Directions for this task:
Among the records below, find each line containing the word "wholePercentProbe" and copy it.

Dataset records:
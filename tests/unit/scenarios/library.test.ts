// The scenario library (issue 11 item 11): realistic, generated series replayed through the same
// rules the runner uses. Each scenario names the alerts it must raise (kind, level, within how many
// minutes of the cause) and raises nothing else; the source of each expectation is named beside it.
// The table of scenarios, delays and alert counts is printed and written to .data/scenarios.md.
import { afterAll, describe, expect, it } from "vitest";
import type { BedContext, FeedingContext, ProbeSeries } from "@/lib/domain/rules";
import { speciesProfiles, type SpeciesProfile } from "@/lib/domain/species";
import { DAY, HOUR, MIN, T0, firstWhen, probe, sample, score, seeded, table, writeTable, type Scenario, type Score } from "./kit";

const fetida = speciesProfiles["eisenia-fetida"];
const zone = { id: "zone-s", kind: "fresh", binName: "Scenario bin" } as const;
/** An outdoor bin of 1.2 m × 0.6 m: 0.72 m² of bed. */
const outdoorBed: BedContext = { lengthCm: 120, widthCm: 60, zoneCount: 1 };
const squareMetre: BedContext = { lengthCm: 100, widthCm: 100, zoneCount: 1 };
const TEMP_STEP = 0.0625; // a 12-bit digital probe's step
const TAU = 2 * Math.PI;

/** An outdoor bed: 20 °C ± 4 °C a day, warmest at 15:00, rising fastest (1.05 °C/h) at 09:00. */
const swing = (t: number) => 20 + 4 * Math.sin((TAU * (t - T0 - 9 * HOUR)) / DAY);
const every = (ms: number, from: number, to: number) => Array.from({ length: Math.floor((to - from) / ms) }, (_, k) => from + k * ms);
const times = (series: readonly ProbeSeries[]) => [...new Set(series.flatMap((s) => s.points.map((p) => p.t)))].sort((a, b) => a - b);

function bed(
  name: string,
  why: string,
  o: {
    species?: SpeciesProfile;
    reportIntervalS: number;
    readings: ProbeSeries[];
    feedings?: FeedingContext[];
    bed?: BedContext;
    times?: number[];
  },
): Omit<Scenario, "expect"> {
  const metrics = [...new Set(o.readings.map((r) => r.metric))];
  return {
    name,
    why,
    input: {
      zone,
      species: o.species ?? fetida,
      bed: o.bed,
      readings: o.readings,
      recentFeedings: o.feedings ?? [],
      probes: [probe(1, o.reportIntervalS, metrics)],
    },
    times: o.times ?? times(o.readings),
  };
}

const temperature = (points: { t: number; v: number }[]): ProbeSeries => ({ probeId: 1, metric: "temperature", points });
const moisture = (points: { t: number; v: number }[]): ProbeSeries => ({ probeId: 1, metric: "moisture", points });

// 1. Steady bed: 20 °C and 80 % with a probe's noise, one report a minute for 36 h.
function steadyBed(): Scenario {
  const r = seeded(1);
  const to = T0 + 36 * HOUR;
  return {
    ...bed("steady bed", "inside every band (NC State Extension 15–25 °C; 70–90 % moisture): nothing to say", {
      reportIntervalS: 60,
      readings: [
        temperature(sample(() => 20 + r.noise(0.08), { to, everyMs: MIN, step: TEMP_STEP })),
        moisture(sample(() => 80 + r.noise(0.2), { to, everyMs: MIN, step: 0.1 })),
      ],
    }),
    expect: [],
  };
}

// 2. Outdoor bin swinging ±4 °C a day for 14 days, with heavy feedings of cool, bedding-rich food
// that do not heat: every morning's 1.05 °C/h warm-up happens inside a post-feed watch.
function outdoorSwing(): Scenario {
  const r = seeded(2);
  const to = T0 + 14 * DAY;
  const feedings = [4, 8, 12].map((d) => ({ at: T0 + d * DAY + 8 * HOUR, zoneId: null, totalKg: 3.5 }));
  return {
    ...bed("outdoor bin, ±4 °C a day, 14 days", "a normal morning warm-up is the zone's own rhythm, not heat (common practice)", {
      reportIntervalS: 300,
      bed: outdoorBed,
      feedings,
      readings: [
        temperature(sample((t) => swing(t) + r.noise(0.05), { to, everyMs: 5 * MIN, step: TEMP_STEP })),
        moisture(sample(() => 78 + r.noise(0.2), { to, everyMs: 5 * MIN, step: 0.1 })),
      ],
    }),
    expect: [],
  };
}

// 3. The same bin on day 10: 5 kg (6.9 kg/m²) of fresh food at 08:00 starts self-heating an hour later
// at 1.5 °C/h on top of the morning warm-up, for 6 h, then cools off over the night.
function heavyFeedOutdoors(): Scenario {
  const r = seeded(3);
  const to = T0 + 12 * DAY;
  const fedAt = T0 + 10 * DAY + 8 * HOUR;
  const heatFrom = fedAt + HOUR;
  const extra = (t: number) =>
    t < heatFrom ? 0 : t < heatFrom + 6 * HOUR ? (1.5 * (t - heatFrom)) / HOUR : 9 * Math.exp(-(t - heatFrom - 6 * HOUR) / (8 * HOUR));
  const temps = sample((t) => swing(t) + extra(t) + r.noise(0.05), { to, everyMs: 5 * MIN, step: TEMP_STEP });
  return {
    ...bed("heavy feed in the outdoor bin", "fresh food self-heats and can kill the worms (Wikipedia, Vermicompost, Climate and temperature)", {
      reportIntervalS: 300,
      bed: outdoorBed,
      feedings: [{ at: fedAt, zoneId: null, totalKg: 5 }],
      readings: [temperature(temps), moisture(sample(() => 78 + r.noise(0.2), { to, everyMs: 5 * MIN, step: 0.1 }))],
    }),
    expect: [
      // 1 °C/h faster than the zone's usual at that hour: common practice
      { kind: "heat", level: "heads_up", causeAt: heatFrom, withinMin: 60, source: "common practice" },
      // Loehr et al. 1985: growth reduced at 30 °C; held 10 min (common practice) at 5-min reports
      { kind: "heat", level: "act_now", causeAt: firstWhen(temps, (v) => v >= 30), withinMin: 15, source: "Loehr et al. 1985" },
    ],
  };
}

// 4. Light feed: 0.2 kg on a 1 m² bed, then the room warms the bed 1.3 °C/h for two hours, inside the band.
function lightFeed(): Scenario {
  const r = seeded(4);
  const to = T0 + 24 * HOUR;
  const fedAt = T0 + 12 * HOUR;
  const warm = (t: number) => Math.min(2.6, Math.max(0, (1.3 * (t - fedAt)) / HOUR));
  return {
    ...bed("light feed", "0.2 kg/m² is far under the heavy line of 4 kg/m² (common practice): no post-feed watch", {
      reportIntervalS: 60,
      bed: squareMetre,
      feedings: [{ at: fedAt, zoneId: null, totalKg: 0.2, mixCn: 30, mixMoisturePct: 80 }],
      readings: [temperature(sample((t) => 20 + warm(t) + r.noise(0.05), { to, everyMs: MIN, step: TEMP_STEP }))],
    }),
    expect: [],
  };
}

// 5. A probe reporting once an hour in a bed heating 2.5 °C/h from 06:10.
function hourlyProbe(): Scenario {
  const r = seeded(5);
  const from = T0 + 6 * HOUR + 10 * MIN;
  const temp = (t: number) => Math.min(34, 20 + Math.max(0, (2.5 * (t - from)) / HOUR));
  const to = T0 + 14 * HOUR;
  return {
    ...bed("hourly probe, 2.5 °C/h rise", "each line is seen at the first hourly report past it, not an hour later", {
      reportIntervalS: 3600,
      readings: [temperature(sample((t) => temp(t) + r.noise(0.03), { to, everyMs: HOUR, step: TEMP_STEP }))],
      times: every(5 * MIN, T0, to),
    }),
    expect: [
      // NC State Extension: ideal to 25 °C; crossed 2 h into the rise
      { kind: "heat", level: "heads_up", causeAt: from + 2 * HOUR, withinMin: 60, source: "NC State Extension" },
      // Loehr et al. 1985: growth reduced at 30 °C; crossed 4 h into the rise
      { kind: "heat", level: "act_now", causeAt: from + 4 * HOUR, withinMin: 60, source: "Loehr et al. 1985" },
    ],
  };
}

// 6. Irregular arrivals: a probe set to report every minute whose messages arrive 20 s to 4 min
// apart; steady for 6 h, then a heater fault warms the bed 1 °C/h past 25 °C.
function irregularArrivals(): Scenario {
  const r = seeded(6);
  const to = T0 + 12 * HOUR;
  const arrivals: number[] = [];
  for (let t = T0; t < to; t += Math.round(20_000 + r.next() * 220_000)) arrivals.push(t);
  const temp = (t: number) => 21 + Math.max(0, (t - T0 - 6 * HOUR) / HOUR);
  const points = arrivals.map((t) => ({ t, v: Math.round((temp(t) + r.noise(0.05)) / TEMP_STEP) * TEMP_STEP }));
  return {
    ...bed("irregular arrivals (20 s – 4 min)", "gaps under the silent line are no silence; the heat line still holds 10 min", {
      reportIntervalS: 60,
      readings: [temperature(points)],
    }),
    expect: [
      // NC State Extension: ideal to 25 °C, crossed at 10:00. Allowed: the 10-min hold (common practice), up to 4 min
      // between arrivals, and the minutes a 1 °C/h rise takes to clear the probe's noise (±0.1 °C: 6 min) and 1/16 °C step.
      { kind: "heat", level: "heads_up", causeAt: T0 + 10 * HOUR, withinMin: 25, source: "NC State Extension" },
    ],
  };
}

// 7. A 5-min probe that drops a few reports: a 16-min gap every 45 min for 6 h, then 3 h on time.
function probeWithGaps(): Scenario {
  const r = seeded(7);
  const to = T0 + 9 * HOUR;
  const arrivals: number[] = [];
  let nextGap = T0 + HOUR;
  for (let t = T0; t < to;) {
    arrivals.push(t);
    if (t >= nextGap && t < T0 + 7 * HOUR) {
      t += 16 * MIN;
      nextGap = t + 45 * MIN;
    } else t += 5 * MIN;
  }
  const points = arrivals.map((t) => ({ t, v: Math.round((21 + r.noise(0.05)) / TEMP_STEP) * TEMP_STEP }));
  const firstGap = arrivals.find((t, k) => (arrivals[k + 1] ?? t) - t > 15 * MIN)!;
  return {
    ...bed("probe with gaps (5 min, 16-min gaps)", "one alert for the flaky spell, not one per gap; it settles after an hour on time", {
      reportIntervalS: 300,
      readings: [temperature(points)],
      times: every(MIN, T0, to),
    }),
    // three missed reports (15 min) make a probe silent: common practice
    expect: [{ kind: "silent_probe", level: "heads_up", causeAt: firstGap + 15 * MIN, withinMin: 1, source: "common practice" }],
    settledByEnd: ["silent_probe"],
  };
}

// 8. A moisture probe that reports whole percent in a stable bed (true 78.3 %) for 36 h.
function wholePercentProbe(): Scenario {
  const r = seeded(8);
  const to = T0 + 36 * HOUR;
  return {
    ...bed("whole-percent moisture probe", "a steady bed reads the same whole percent for hours; that is not a stuck sensor", {
      reportIntervalS: 300,
      readings: [
        temperature(sample(() => 20 + r.noise(0.08), { to, everyMs: 5 * MIN, step: TEMP_STEP })),
        moisture(sample(() => 78.3 + r.noise(0.05), { to, everyMs: 5 * MIN, step: 1 })),
      ],
    }),
    expect: [],
  };
}

// 9. A winter room: the bed cools 0.5 °C/h from 16 °C at 18:00 down to 5 °C and stays there.
function winterRoom(): Scenario {
  const r = seeded(9);
  const from = T0 + 18 * HOUR;
  const to = T0 + 48 * HOUR;
  const temps = sample((t) => Math.max(5, 16 - Math.max(0, (0.5 * (t - from)) / HOUR)) + r.noise(0.05), { to, everyMs: 5 * MIN, step: TEMP_STEP });
  return {
    ...bed("winter room cooling to 5 °C", "red wigglers survive 0 °C (NC State Extension): a heads-up, never act now", {
      reportIntervalS: 300,
      readings: [temperature(temps)],
    }),
    // NC State Extension: ideal from 15 °C; held 10 min at 5-min reports
    expect: [{ kind: "chill", level: "heads_up", causeAt: firstWhen(temps, (v) => v < 15), withinMin: 15, source: "NC State Extension" }],
  };
}

// 10. A tropical bed of Indian blue worms steady at 28.5 °C (± 0.3 °C a day) for 3 days.
function tropicalBed(): Scenario {
  const r = seeded(10);
  const to = T0 + 3 * DAY;
  return {
    ...bed("tropical bed (P. excavatus) at 28.5 °C", "growth accelerates up to 30 °C (Edwards, Domínguez & Neuhauser 1998): comfortable", {
      species: speciesProfiles["perionyx-excavatus"],
      reportIntervalS: 300,
      readings: [
        temperature(sample((t) => 28.5 + 0.3 * Math.sin((TAU * (t - T0)) / DAY) + r.noise(0.05), { to, everyMs: 5 * MIN, step: TEMP_STEP })),
        moisture(sample(() => 80 + r.noise(0.2), { to, everyMs: 5 * MIN, step: 0.1 })),
      ],
    }),
    expect: [],
  };
}

// 11. A wet, nitrogen-rich feeding (C:N 18, 92 % moisture, 2 kg on 1 m²) at 18:00; from 18:30 the bed
// cools 0.4 °C/h through the evening. Replayed for 8 h after the feeding.
function wetMixCooling(): Scenario {
  const r = seeded(11);
  const fedAt = T0 + 18 * HOUR;
  const to = fedAt + 8 * HOUR;
  const temp = (t: number) => 23 - Math.min(4, Math.max(0, (0.4 * (t - fedAt - 30 * MIN)) / HOUR));
  return {
    ...bed("wet mix, falling temperature", "ammonia risk from a wet, nitrogen-rich feed passes once the bed cools", {
      reportIntervalS: 60,
      bed: squareMetre,
      feedings: [{ at: fedAt, zoneId: null, totalKg: 2, mixCn: 18, mixMoisturePct: 92 }],
      readings: [temperature(sample((t) => temp(t) + r.noise(0.03), { to, everyMs: MIN, step: TEMP_STEP }))],
    }),
    // Cornell Waste Management Institute, "Compost Chemistry": below ~30:1 nitrogen leaves as ammonia; held 10 min
    expect: [{ kind: "ammonia", level: "heads_up", causeAt: fedAt, withinMin: 15, source: "Cornell, Compost Chemistry" }],
    settledByEnd: ["ammonia"],
  };
}

const LIBRARY = [
  steadyBed,
  outdoorSwing,
  heavyFeedOutdoors,
  lightFeed,
  hourlyProbe,
  irregularArrivals,
  probeWithGaps,
  wholePercentProbe,
  winterRoom,
  tropicalBed,
  wetMixCooling,
];

const scores: Score[] = [];

afterAll(() => {
  if (scores.length !== LIBRARY.length) return;
  const t = table(scores);
  writeTable(scores);
  console.log(`\n${t}\n`);
});

describe("scenario library", () => {
  for (const make of LIBRARY) {
    const s = make();
    it(`${s.name}: ${s.expect.length ? `raises ${s.expect.map((e) => `${e.kind} ${e.level} within ${e.withinMin} min (${e.source})`).join(", ")}` : "raises nothing"}; ${s.why}`, () => {
      const x = score(s);
      scores.push(x);
      expect(x.missed, "every expected alert, in time").toEqual([]);
      expect(x.falseAlarms, "no other alert").toEqual([]);
      for (const kind of s.settledByEnd ?? []) expect(x.openAtEnd, `${kind} settled by the end`).not.toContain(kind);
    });
  }
});

describe("the scenarios test something", () => {
  it("a scenario with a missed line and a flapping alert scores both", () => {
    // the hourly probe judged against an expectation it cannot meet, and the gaps without their alert
    const hourly = hourlyProbe();
    const tooSoon = score({ ...hourly, expect: hourly.expect.map((e) => ({ ...e, withinMin: 10 })) });
    expect(tooSoon.missed).toHaveLength(2);
    expect(tooSoon.falseAlarms).toHaveLength(2);
    const gaps = probeWithGaps();
    expect(score({ ...gaps, expect: [] }).falseAlarms.map((f) => f.kind)).toEqual(["silent_probe"]);
  });
});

Task output:
function wholePercentProbe(): Scenario {
  wholePercentProbe,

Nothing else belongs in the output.